Posted in Advocacy, Campaign, Campaigning, discrimination, Ethnic Minorities, girls, Health Issues, mental health, Online abuse, Online hate, Representation, Society, women | Tagged , , , , , , , , , , , , , , , | Leave a comment

Grenfell Tower: The Cognitive Dissonance of the Response

The aftermath of the Grenfell Tower tragedy is full of contradictions.  

Behind a charade of solidarity, national and local government have continuously failed to deliver justice to victims. This blog explores the cognitive dissonance of the Grenfell Tower response and how we may be seeing the same things repeated in the aftermath of Covid-19. 

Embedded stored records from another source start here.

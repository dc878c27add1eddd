"""Partial fractions by residues: the modes of one delay group ``R(s)``.

The improper part of ``R`` (polynomial division) becomes impulses
``delta^(j)(t - T)``; the denominator is factored exactly over Q, and each
factor gives its modes:

* linear and quadratic factors give exact poles (with ``sqrt``) and exact
  coefficients (:func:`_exact_modes`);
* higher irreducible factors give certified root enclosures (ball
  arithmetic), refined until every residue is known to the requested number
  of digits (:func:`_ball_modes`);
* with free parameters the factorisation is over Q(parameters); linear and
  quadratic factors still give closed forms, a quadratic one as a
  ``Piecewise`` over its discriminant, and a factor of higher degree raises
  :class:`~lumped.errors.ParametersNeeded` (:func:`_symbolic_group`).
  Parameters are assumed generic: distinct factors have distinct roots.

A pole ``p`` of multiplicity ``m`` gives ``sum_k c_k t^k/k! e^{pt}``;
conjugate pairs are written as real damped sinusoids.
"""

from __future__ import annotations

import math
from collections.abc import Sequence
from typing import Any

import mpmath
import sympy
from flint import acb_poly, ctx, fmpq, fmpq_poly

from lumped.algebra.roots import (
    certified_roots,
    integer_coefficients,
    irreducible_factors,
    midpoint_mpc,
    midpoint_mpf,
    onto_axis,
    to_mpf,
    to_rational,
)
from lumped.errors import ParametersNeeded
from lumped.inversion.closed_form import Impulse, Mode, _Cases, _Group, _Piece
from lumped.inversion.evaluator import _NumericGroup

# ---------------------------------------------------------------------------
# exact arithmetic helpers
# ---------------------------------------------------------------------------


class _Quad:
    """Element ``x + y*sqrt(d)`` of a quadratic extension of a field K.

    Works over any K whose elements support + - * / (flint fmpq, sympy
    fraction-field elements).
    """

    __slots__ = ("d", "x", "y")

    def __init__(self, x: Any, y: Any, d: Any) -> None:
        self.x, self.y, self.d = x, y, d

    def _lift(self, other: Any) -> _Quad:
        if isinstance(other, _Quad):
            return other
        return _Quad(other, self.x - self.x, self.d)

    def __add__(self, other: Any) -> _Quad:
        o = self._lift(other)
        return _Quad(self.x + o.x, self.y + o.y, self.d)

    __radd__ = __add__

    def __sub__(self, other: Any) -> _Quad:
        o = self._lift(other)
        return _Quad(self.x - o.x, self.y - o.y, self.d)

    def __rsub__(self, other: Any) -> _Quad:
        return self._lift(other) - self

    def __neg__(self) -> _Quad:
        return _Quad(-self.x, -self.y, self.d)

    def __mul__(self, other: Any) -> _Quad:
        o = self._lift(other)
        return _Quad(self.x * o.x + self.y * o.y * self.d, self.x * o.y + self.y * o.x, self.d)

    __rmul__ = __mul__

    def __truediv__(self, other: Any) -> _Quad:
        o = self._lift(other)
        norm = o.x * o.x - o.y * o.y * self.d
        return self * _Quad(o.x / norm, -o.y / norm, self.d)

    def __rtruediv__(self, other: Any) -> _Quad:
        return self._lift(other) / self


def _taylor(coeffs: Sequence[Any], point: Any, count: int, zero: Any) -> list:
    """First ``count`` Taylor coefficients of a polynomial at ``point``.

    ``coeffs`` are low-to-high.  Repeated synthetic division by (s - point).
    """
    current = list(reversed(coeffs))
    out = []
    for _ in range(count):
        if not current:
            out.append(zero)
            continue
        acc = current[0]
        quotient = [acc]
        for c in current[1:]:
            acc = acc * point + c
            quotient.append(acc)
        out.append(quotient.pop())
        current = quotient
    return out


def _series_residues(num_taylor: Sequence[Any], den_taylor: Sequence[Any]) -> list:
    """Laurent coefficients ``c_0..c_{m-1}`` at a pole of multiplicity m.

    ``num_taylor`` holds N's Taylor coefficients n_0..n_{m-1}; ``den_taylor``
    holds D's coefficients d_m..d_{2m-1} (lower ones vanish).  With
    g = N/(D/eps^m) = sum g_i eps^i, c_k = g_{m-1-k}.
    """
    m = len(num_taylor)
    g: list = []
    for i in range(m):
        acc = num_taylor[i]
        for j in range(1, i + 1):
            acc = acc - den_taylor[j] * g[i - j]
        g.append(acc / den_taylor[0])
    return [g[m - 1 - k] for k in range(m)]


def _float(value: mpmath.mpf, digits: int) -> sympy.Float:
    return sympy.Float(value, digits)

The significance of the tragic fire at Grenfell Tower should not be understated. On 14 June 2017 the UK’s worst residential fire since the Second World War ripped through the tower, killing 72 people and causing hundreds of other residents suffer trauma and lose everything. The response in the immediate aftermath of the fire was one of shock and an outpouring of support for the victims. Politicians across all parties were dismayed and Theresa May, then Prime Minister, declared: “The fire at Grenfell Tower was an unimaginable tragedy for the community, and for our country. My Government will do whatever it takes to help those affected, get justice and keep our people safe.”  

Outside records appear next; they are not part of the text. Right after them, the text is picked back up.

describe("jobs: hostile requests", () => {
  it("never answers 500 for random job requests, ids and methods, and every error is coded", async () => {
    const { store, handle } = setUp({ maxJobs: 4, maxSweepPoints: 100, maxSamples: 500 });
    const codes = new Set<string>([...ERROR_CODES, ...HTTP_ERROR_CODES.filter((c) => c !== "internal")]);
    const given: string[] = [];
    const request = fc.oneof(
      fc.jsonValue({ maxDepth: 3 }),
      fc.constantFrom<unknown>(PLATES_SWEEP, PLATES_TOLERANCE, { ...PLATES_TOLERANCE, options: { samples: 501 } }, { ...PLATES_TOLERANCE, options: "many" }),
      fc.record({ formula: fc.constantFrom("parallelPlateCapacitance", "x", 5), vary: fc.jsonValue({ maxDepth: 2 }), inputs: fc.jsonValue({ maxDepth: 2 }), options: fc.jsonValue({ maxDepth: 1 }) }),
    );
    const submission = fc.oneof(
      fc.record({ kind: fc.constantFrom<unknown>("sweep", "tolerance", "columns", 1, null), request }, { requiredKeys: [] }),
      fc.constantFrom({ kind: "sweep", request: SMALL_SWEEP }, { kind: "tolerance", request: { ...PLATES_TOLERANCE, options: { samples: 200 } } }),
    ).map((b) => JSON.stringify(b));
    const id = fc.oneof(fc.string({ maxLength: 30 }), fc.constantFrom("%ZZ", "%2F", "..", "__proto__", "constructor", "0-000000000000000000000000"), fc.nat({ max: 50 }).map((i) => given[i] ?? "x"));
    const call = fc.oneof(
      fc.record({ method: fc.constant("POST"), path: fc.constant("/jobs"), body: fc.oneof(submission, fc.string({ maxLength: 20 })) }),
      fc.record({ method: fc.constantFrom("GET", "DELETE", "PUT", "POST", ""), path: fc.tuple(id, fc.constantFrom("", "/result", "/x")).map(([i, tail]) => `/jobs/${i}${tail}`), body: fc.constant(undefined) }),
    );
    await fc.assert(
      fc.asyncProperty(call, async (c) => {
        const r = handle(c);
        expect(r.status, `${c.method} ${c.path} ${c.body}`).not.toBe(500);
        if (r.status === 202) given.push(body<JobStatus>(r).id);
        if (r.status >= 400) expect(codes.has(errorOf(r).code as string), `${c.method} ${c.path} ${c.body}`).toBe(true);
        expect(JSON.parse(JSON.stringify(r.body))).toEqual(r.body);
        // Now and then let the jobs run, so later calls meet running and finished ones.
        if (given.length % 3 === 0) await turn(1);
      }),
      { numRuns: 300, seed: 18 },
    );
    await store.idle();
    // The cases reached accepted jobs, not only refusals.
    expect(given.length).toBeGreaterThan(5);
    // Every job accepted ended in a known state with a coded error where it failed.
    for (const jobId of given) {
      const r = handle({ method: "GET", path: `/jobs/${jobId}` });
      if (r.status !== 200) continue;
      const s = body<JobStatus>(r);
      expect(["done", "failed", "cancelled"]).toContain(s.state);
      if (s.state === "failed") expect(codes.has(String(s.error!.code))).toBe(true);
    }
  });
});

describe("jobs: progress and cancellation through the library's signal", () => {
  it("reports progress that never goes back and ends at 1", async () => {
    const { handle } = setUp();
    const status = body<JobStatus>(submit(handle, "tolerance", coilsTolerance(12_000)));
    const seen = await poll(handle, status.url, finishedState);
    const last = seen.at(-1)!;
    expect(last).toMatchObject({ state: "done", progress: { fraction: 1 } });
    expect(last.progress.done).toBe(last.progress.total);
    const back: string[] = [];
    for (let i = 1; i < seen.length; i++) {
      const [p, q] = [seen[i - 1]!, seen[i]!];
      if (q.progress.fraction < p.progress.fraction || q.progress.done < p.progress.done || q.elapsedSeconds < p.elapsedSeconds) back.push(`${i}: ${JSON.stringify(p)} -> ${JSON.stringify(q)}`);
    }
    expect(back).toEqual([]);
    // Reported along the way, not only at the end.
    expect(seen.some((s) => s.state === "running" && s.progress.fraction > 0 && s.progress.fraction < 1)).toBe(true);
  });

  it("cancels mid-run: the library call stops early, the job is cancelled with no result, and nothing keeps computing", async () => {
    // 1e6 samples of the coils: minutes of work on the worker pool if it were not stopped.
    const { store, handle } = setUp({ workers: 1 });
    const status = body<JobStatus>(submit(handle, "tolerance", coilsTolerance(1_000_000)));
    await poll(handle, status.url, (s) => s.state === "running" && s.progress.done > 0);
    const cancelled = handle({ method: "DELETE", path: status.url });
    expect(cancelled.status).toBe(200);
    expect(body<JobStatus>(cancelled).state).toBe("cancelled");
    await store.idle();
    expect(store.counts().running).toBe(0);
    expect(poolBusy()).toBe(0);
    const after = body<JobStatus>(handle({ method: "GET", path: status.url }));
    expect(after.state).toBe("cancelled");
    // Where the work stopped: short of the end (a call that ignored the abort would report fraction 1).
    expect(after.progress.fraction).toBeLessThan(1);
    expect(errorOf(handle({ method: "GET", path: status.resultUrl }))).toMatchObject({ code: "job_cancelled" });
    // The pool is free: a new job runs to the end.
    const next = body<JobStatus>(submit(handle, "tolerance", PLATES_TOLERANCE));
    await store.idle();
    expect(body<JobStatus>(handle({ method: "GET", path: next.url })).state).toBe("done");
  });
});

describe("jobs over node:http and in the OpenAPI document", () => {
  it("submits, polls, fetches and deletes over loopback", async () => {
    const store = createJobStore();
    stores.push(store);
    const server = createServer(createRequestListener({ jobs: store }));
    await new Promise<void>((resolve) => server.listen(0, "127.0.0.1", resolve));
    const base = `http://127.0.0.1:${(server.address() as AddressInfo).port}`;
    try {
      const res = await fetch(`${base}/jobs`, { method: "POST", body: JSON.stringify({ kind: "tolerance", request: PLATES_TOLERANCE }) });
      expect(res.status).toBe(202);
      const location = res.headers.get("location")!;
      expect(location).toMatch(/^\/jobs\//);
      await res.json();
      let state = "queued";
      for (let i = 0; i < 2000 && (state === "queued" || state === "running"); i++) {
        await turn();
        state = ((await (await fetch(`${base}${location}`)).json()) as JobStatus).state;
      }
      expect(state).toBe("done");
      const result = await fetch(`${base}${location}/result`);
      expect(result.status).toBe(200);
      expect(await result.json()).toEqual(createHandler()({ method: "POST", path: "/tolerance", body: PLATES_TOLERANCE }).body);
      expect((await fetch(`${base}${location}`, { method: "DELETE" })).status).toBe(200);
      const gone = await fetch(`${base}${location}`);
      expect(gone.status).toBe(410);
      expect(((await gone.json()) as { error: { code: string } }).error.code).toBe("job_gone");
    } finally {
      await new Promise<void>((resolve) => server.close(() => resolve()));
    }
  });

  it("is described by the OpenAPI document when the handler has a store, with the store's limits as bounds", async () => {
    const { store, handle } = setUp({ maxSweepPoints: 300 });
    const doc = body(handle({ method: "GET", path: "/openapi.json" }));
    expect(doc).toEqual(openApiDocument(DEFAULT_LIMITS, store.limits));
    const result = await new Validator().validate(structuredClone(doc) as never);
    expect(result.errors).toBeUndefined();
    expect(Object.keys((openApiDocument() as { paths: object }).paths)).not.toContain("/jobs");
    const ajv = new Ajv2020({ strict: false, allErrors: true });
    ajv.addSchema({ $id: "jobs", components: (doc as { components: unknown }).components });
    const check = (name: string, value: unknown): string[] => {
      const validate = ajv.getSchema(`jobs#/components/schemas/${name}`)!;
      return validate(value) ? [] : (validate.errors ?? []).map((e) => `${e.instancePath} ${e.message}`);
    };
    expect(check("JobSubmission", { kind: "sweep", request: PLATES_SWEEP })).toEqual([]);
    expect(check("JobSubmission", { kind: "sweep", request: { ...PLATES_SWEEP, vary: { gap: { from: 1, to: 2, points: 301 } } } })).not.toEqual([]);
    expect(check("JobSubmission", { kind: "columns", request: {} })).not.toEqual([]);
    const submitted = submit(handle, "sweep", PLATES_SWEEP);
    expect(check("JobStatus", submitted.body)).toEqual([]);
    await store.idle();
    const url = body<JobStatus>(submitted).url;
    expect(check("JobStatus", handle({ method: "GET", path: url }).body)).toEqual([]);
    expect(check("SweepResult", handle({ method: "GET", path: `${url}/result` }).body)).toEqual([]);
    expect(check("Error", handle({ method: "GET", path: "/jobs/nope" }).body)).toEqual([]);
  });
});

Shortly after becoming Prime Minister, Boris Johnson renewed May’s promise to the victims, stating “we will continue – as the previous Prime Minister promised – to support the affected families”. So, over four years after the fire, have those promises been kept? 

Government at both a local and national level have failed to uphold their commitment to bringing justice to the victims of Grenfell Tower. Kensington and Chelsea (RBKC) Borough Council were responsible for Grenfell Tower prior to the fire and offloaded the property management to a separate organisation established in 1996, the Kensington and Chelsea Tenant Management Organisation (KCTMO). KCTMO’s decisions and negligent behaviour, acting on behalf of RBKC, were key factors that caused the blaze. In response to the fire, the chief of the RBKC council resigned, and the council now boasts a Grenfell Recovery Strategy that is committed to supporting and bringing justice to victims, while centring recovery on the needs of the community. Yet, at the same time, over four years after the fire, six families are still awaiting permanent rehousing by the council, despite the council being the richest local authority in the UK.  

The borough council has a history of ignoring the needs of the more deprived areas of the borough. This rangers from refusing to buy up the famous Notting Hill slum buildings that housed some of London’s poorest in the early 21st century and use them for social housing — instead allowing their redevelopment as middle class housing — to building the Westway motorway directly through Ladbroke Grove, destroying homes for a convenient route out of central London for wealthy Londoners. Since Grenfell, the council has continued in its ways. Its leadership is unrepresentative of the diverse communities it serves and its decision-making, especially in regards to redevelopment projects, continues to cause friction with the local community.  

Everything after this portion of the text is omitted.